** Opening DATASET block **
//! The memory a run may use, read from the machine: the budget every
//! front end checks a case's memory estimate against before a solve.

/// The memory a run may use: QHEAT_MEMORY_LIMIT_BYTES when set (a budget
/// override), else MemAvailable from /proc/meminfo (Linux, or MemTotal
/// where the kernel gives no MemAvailable); `None` elsewhere.
pub fn available_memory_bytes() -> Option<u64> {
    if let Ok(v) = std::env::var("QHEAT_MEMORY_LIMIT_BYTES")
        && let Ok(n) = v.parse::<u64>()
    {
        return Some(n);
    }
    let text = std::fs::read_to_string("/proc/meminfo").ok()?;
    let field = |name: &str| {
        text.lines()
            .find(|l| l.starts_with(name))
            .and_then(|l| l.split_whitespace().nth(1))
            .and_then(|kb| kb.parse::<u64>().ok())
            .map(|kb| kb * 1024)
    };
    field("MemAvailable:").or_else(|| field("MemTotal:"))
}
** Closing DATASET block **
### YOUR OBJECTIVE:
Restate word for word the lines above, beginning with the one that contains "text.lines()" and ending with the last line.

### RESPONSE AREA:
        text.lines()
            .find(|l| l.starts_with(name))
            .and_then(|l| l.split_whitespace().nth(1))
            .and_then(|kb| kb.parse::<u64>().ok())
            .map(|kb| kb * 1024)
    };
    field("MemAvailable:").or_else(|| field("MemTotal:"))
}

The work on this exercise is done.